Persons, places and things: Farewell, Godspeed, Bishop Bob Gruss!


By Barb Arland-Fye

 Today one of our own diocesan priests, Robert Gruss, will be ordained bishop for the Diocese of Rapid City, S.D. In planning a special edition — scheduled for Aug. 4 — to celebrate his new ministry and bid him farewell, we asked readers to share memories of how Bishop Gruss touched their lives.

Collectively, these reflections capture the essence of a man deeply in love with God and committed to serving God’s people no matter what sacrifices might be required. Whether he was ministering as pastor, vocations director or guiding seminarians at the Pontifical North American College in Rome, Bishop Gruss was present to his flock. Time and again, parishioners mentioned his hospitality, compassion, and sense of humor, listening skills, spirituality, and especially his prayerfulness.

Laurie Peiffer of St. Paul the Apostle Parish in Davenport recalled how one of his homilies impacted her understanding of prayer and God’s response to it. “Then-Father Gruss told us that God, in fact, did listen to our prayers, and if we didn’t get the answer we were expecting it wasn’t because he didn’t hear our prayers. God might just have said ‘no.’ To be honest, I’d never thought of it in that way in all my years of prayers. It was quite an awakening moment for me.”

Patrice Langenfeld  of St. Mary Parish in Pella remembers how Fr. Gruss encouraged her children’s participation as altar servers, even allowing her youngest son — then a preschooler — to assist him at the altar during daily Mass. “Fr. Bob was in tune with my children in their desire to serve the Lord,” Langenfeld  said. She and her husband, Dave, were also struck by the priest’s attitude toward the Mass. “When Fr. Bob celebrates Mass it’s like he’s celebrating his first Mass. He’s so in the moment,” she said.

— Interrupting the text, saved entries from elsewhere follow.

def solve_emission_measure(flux, band, temperature, distance, width_dex=None, abundances="coronal", density=None,
                           table=None) -> DEM:
    """The isothermal (or Gaussian, ``width_dex``) DEM whose band flux equals a measured flux.

    The unabsorbed band flux of a DEM of fixed shape is linear in its total emission measure,
    :math:`F = EM\\,F_1` with :math:`F_1` the flux for EM = 1 cm-3
    (:func:`synthcorona.synthesis.band_flux`), so :math:`EM = F_{meas}/F_1` exactly.

    Parameters
    ----------
    flux : Quantity [erg s-1 cm-2]
        Measured unabsorbed energy flux at the observer, > 0.
    band : Quantity pair
        Energy or wavelength limits of the flux.
    temperature : Quantity [K]
        Temperature of the isothermal plasma (peak temperature of the Gaussian DEM).
    distance : Quantity [length]
        Distance of the star.
    width_dex : float, optional
        Gaussian width in log10 T (dex); None: isothermal.
    abundances, density, table
        As for :func:`synthcorona.synthesis.band_flux`.

    Returns
    -------
    IsothermalDEM or GaussianDEM with the solved ``total_em`` (cm-3).
    """
    from ..synthesis import band_flux

    f = as_scalar("flux", flux, FLUX_UNIT, lo=0.0, unit_label="erg s-1 cm-2", inclusive=False)
    band = _band_pair("band", band)
    unit_dem = _shape_dem(temperature, width_dex, 1.0 * u.cm ** -3)
    f1 = float(band_flux(unit_dem, band, distance, table=table, abundances=abundances,
                         density=density).to_value(FLUX_UNIT))
    if not f1 > 0:
        raise InputError(f"band={_band_label(band)}: plasma at temperature={temperature} emits nothing in this band "
                         "(no lines or continuum of the table), so no emission measure can give flux="
                         f"{f:g} erg s-1 cm-2")
    return _shape_dem(temperature, width_dex, (f / f1) * u.cm ** -3)


# ----------------------------------------------------------------------------- instruments
from ..instruments.channels import resolve_channels  # noqa: E402  (re-exported: part of this module's API)


def _one_channel(name: str, spec):
    ch = resolve_channels(spec)
    if len(ch) != 1:
        raise InputError(f"{name}={spec!r} names {len(ch)} instrument bands ({', '.join(c[0] for c in ch)}); "
                         "name exactly one, e.g. 'sc-softx:broad'")
    return ch[0]


@dataclass(frozen=True)
class CountConversion:
    """Convert a count rate in one instrument band into flux in another instrument's band.

    ``source`` and ``target``: one instrument band each (``"sc-softx:broad"``, ``"sc-fe9"``,
    ``(Instrument, "band")``). ``rate``: optional measured count rate in ``source`` (ct/s).
    ``flux_band``: energy band of the flux (default: the limits of the target band; for a band
    "total", the target instrument's response range). ``absorbed``: flux arriving at the telescope
    (True) or unabsorbed source flux (False, default).
    """

    source: Any
    target: Any
    rate: u.Quantity | None = None
    flux_band: Any = None
    absorbed: bool = False

    def __post_init__(self):
        if self.rate is not None:
            as_scalar("rate", self.rate, u.ct / u.s, lo=0.0, unit_label="ct s-1")
        if self.flux_band is not None:
            _band_pair("flux_band", self.flux_band)


class ConversionResult(NamedTuple):
    """Result of :func:`convert_count_rate` (all Quantities)."""

    flux: u.Quantity            #: flux in the flux band implied by the source rate [erg s-1 cm-2]
    rate: u.Quantity            #: expected count rate in the target band [ct s-1]
    source_factor: u.Quantity   #: flux per count s-1 in the source band [erg cm-2 ct-1]
    target_factor: u.Quantity   #: flux per count s-1 in the target band [erg cm-2 ct-1]


def _c2f(channel, dem, flux_band, nh, absorbed, abundances, density, table) -> float:
    from ..instruments.observables import counts_to_flux

    _, ins, band = channel
    c = counts_to_flux(ins, band=band, flux_band=flux_band, nh=nh, absorbed=absorbed, dem=dem, table=table,
                       abundances=abundances, density=density)
    return float(c.values)


def _default_flux_band(channel) -> u.Quantity:
    _, ins, band = channel
    if band == "total":
        return ins.energy_range
    return ins.bands[band]


def convert_count_rate(rate, dem, source, target, *, nh=None, flux_band=None, absorbed=False, abundances="coronal",
                       density=None, table=None) -> ConversionResult:
    """Flux and target-band count rate implied by a count rate in a source instrument band, for a DEM.

    With :math:`C_X = F_{band}/R_X` the counts-to-flux factor of instrument band X for the DEM
    (:func:`synthcorona.instruments.observables.counts_to_flux`; the DEM's shape matters, its EM
    and the distance cancel), a source rate :math:`R_s` gives the flux :math:`F = R_s C_s` and the
    target rate :math:`R_t = R_s C_s / C_t`. Converting back (swap ``source`` and ``target``)
    returns the input.

    Parameters
    ----------
    rate : Quantity [ct s-1]
        Count rate measured in ``source`` (>= 0; any shape).
    dem : DEM
        The corona (one volume DEM).
    source, target : str or (Instrument, band)
        One instrument band each (e.g. ``"sc-softx:broad"``, ``"sc-fe9"``).
    nh : Quantity [cm-2], optional
        Interstellar column (included in both count rates).
    flux_band : Quantity pair, optional
        Band of the flux; default the target band's limits.
    absorbed : bool
        Flux at the telescope (True) or unabsorbed (False).
    abundances, density, table
        As for :meth:`Instrument.count_rate`.
    """
    r = as_quantity("rate", rate, u.ct / u.s)
    if np.any(~np.isfinite(r.value)) or np.any(r.value < 0):
        raise InputError(f"rate={rate} must be finite and >= 0 ct s-1")
    src = _one_channel("source", source)
    tgt = _one_channel("target", target)
    fb = _default_flux_band(tgt) if flux_band is None else _band_pair("flux_band", flux_band)
    cs = _c2f(src, dem, fb, nh, absorbed, abundances, density, table)
    ct = _c2f(tgt, dem, fb, nh, absorbed, abundances, density, table)
    if not (np.isfinite(cs) and np.isfinite(ct)) or ct == 0:
        raise InputError(f"source={src[0]} or target={tgt[0]} records no counts from this DEM: no conversion")
    return ConversionResult(flux=(r.value * cs) * FLUX_UNIT, rate=(r.value * cs / ct) * u.ct / u.s,
                            source_factor=cs * FACTOR_UNIT, target_factor=ct * FACTOR_UNIT)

 “Fr. Bob called us to holiness and the service of others,” said Dr. Janet Weigel of St. Paul the Apostle. “He spoke to our hearts and all the burdens we carried, and gave us courage and hope. His humility was evident and his power came from Jesus. Fr. Bob was never about himself.  He was always the servant of our Lord and Savior, Jesus Christ.”

Dixie Booten recalled when Fr. Gruss, filling in for a pastor on retreat, was asked to lead a prayer service for people stunned by the slaying of a family from St. Boniface Parish in Farmington. “He really had no time to prepare and had never met the family. Yet he agreed to help out … and led one of the most beautiful services I have seen.

“He was so compassionate and caring to all those there. Yet he was even able to talk about forgiveness and make it seem like the most natural thing even at such a difficult time,” said Booten, religious education director for the Farmington parish and parishes in West Point, Houghton and St. Paul.

“Both the powerful sermons and the nonverbal witness of Bishop Gruss have reached into the heart of our community and we are better for his service to us,” said Sacred Heart parishioner Mary Costello.

We hope you’ll enjoy reading these and other reflections to be published in our Aug. 4 edition. And in the meantime, Bishop Martin Amos asks us all to keep Bishop Gruss in our prayers today.  “May God bless this new role in Bishop Gruss’ ministry.”